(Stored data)

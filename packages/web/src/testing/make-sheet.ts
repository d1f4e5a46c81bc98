import {
  type Endorsement,
  type Fix,
  fitCheck,
  type HoleCard,
  type Question,
  type SheetEvent,
} from '@rivetside/shared';
import { makeMe } from './make-me';
import { makeQuestionRow } from './make-question-row';

export const MENTOR = { id: '0190a0b0-0000-7000-8000-0000000000d1', name: 'Imke Vosterlund' };
export const SECOND = { id: '0190a0b0-0000-7000-8000-0000000000d2', name: 'Dezso Harrowmeck' };
export const SHEET_ID = '0190a0b0-0000-7000-8000-00000000bb01';

/** Somebody who mentors in the asker's chapter. */
export function makeMentor(person = MENTOR) {
  const [membership] = makeMe().memberships;
  return makeMe({
    ...person,
    memberships: [{ ...membership!, roles: ['mentor'], disciplines: ['sheetMetal', 'riveting'] }],
  });
}

/** Two sheets of 0.040 whose holes lie 0.0200 apart, well inside of every edge. */
export function makeHoleCard(): HoleCard {
  const layer = (name: string, y: number) => ({
    name,
    alloy: '2024-T3 clad' as const,
    thickness: 0.04,
    hole: { shape: 'round' as const, diameter: 0.1285 },
    offset: { x: 0, y },
    edges: [{ distance: 0.4, angle: 270 }],
    bends: [],
  });
  return {
    layers: [layer('spar', 0), layer('doubler', 0.02)],
    rivet: { head: 'universal', alloy: 'AD', dash: 4 },
    neighbours: [{ x: 0.75, y: 0, dash: 4 }],
    access: 'both',
  };
}

export function makeEvent(facts: Partial<SheetEvent> & { readonly seq: number }): SheetEvent {
  return {
    questionId: SHEET_ID,
    type: 'message',
    at: '2026-11-10T19:02:00.000Z',
    by: MENTOR,
    data: { id: `message ${facts.seq}`, body: `line ${facts.seq}`, photos: [] },
    ...facts,
  };
}

export function makeFix(facts: Partial<Fix> = {}): Fix {
  return {
    id: '0190a0b0-0000-7000-8000-00000000cc01',
    questionId: SHEET_ID,
    number: 1,
    kind: 'nextSize',
    summary: 'Open to #21 and drive one AD5',
    operations: [{ no: 10, text: 'Open the hole to #21.', caution: 'Eyes and ears.' }],
    conditions: ['a photo of the clean hole'],
    holeCard: null,
    check: fitCheck(makeHoleCard()).remedies.find(({ kind }) => kind === 'nextSize') ?? null,
    engineVersion: '1.0',
    by: MENTOR,
    at: '2026-11-10T20:00:00.000Z',
    withdrawn: null,
    endorsements: [],
    objections: [],
    ...facts,
  };
}

export function makeStamp(facts: Partial<Endorsement> = {}): Endorsement {
  return {
    id: '0190a0b0-0000-7000-8000-00000000ee01',
    fixId: makeFix().id,
    questionId: SHEET_ID,
    stampNumber: 'M-08',
    by: SECOND,
    discipline: 'sheetMetal',
    basis: 'drawingNote',
    reference: 'note 4',
    scope: null,
    conditions: ['hole 7 only'],
    givenAt: '2026-11-11T08:00:00.000Z',
    goodUntil: '2028-11-11',
    reason: null,
    state: 'live',
    held: null,
    withdrawn: null,
    reviews: [],
    ...facts,
  };
}

/** A sheet of the reader's own chapter, asked by the builder that `makeMe` makes. */
export function makeSheet(facts: Partial<Question> = {}): Question {
  const { id, name, memberships } = makeMe();
  const holeCard = makeHoleCard();
  return {
    ...makeQuestionRow({ id: SHEET_ID }),
    chapterId: memberships[0]!.chapterId,
    discipline: 'sheetMetal',
    askedBy: { id, name },
    state: 'open',
    body: 'A pin does not drop.',
    kitName: 'Alderfly A-2',
    step: null,
    part: null,
    holeLine: null,
    holes: [],
    buildId: null,
    builderIds: [id],
    holeCard,
    fitCheck: fitCheck(holeCard),
    photos: [],
    fixes: [],
    referral: null,
    completion: null,
    withdrawn: null,
    events: [makeEvent({ seq: 1, type: 'asked', by: { id, name }, data: {} })],
    lastSeq: 1,
    seenSeq: 1,
    ...facts,
  };
}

## Directions
Go through the data and show each line that holds "SECOND".

## Solution for this problem
export const SECOND = { id: '0190a0b0-0000-7000-8000-0000000000d2', name: 'Dezso Harrowmeck' };
    by: SECOND,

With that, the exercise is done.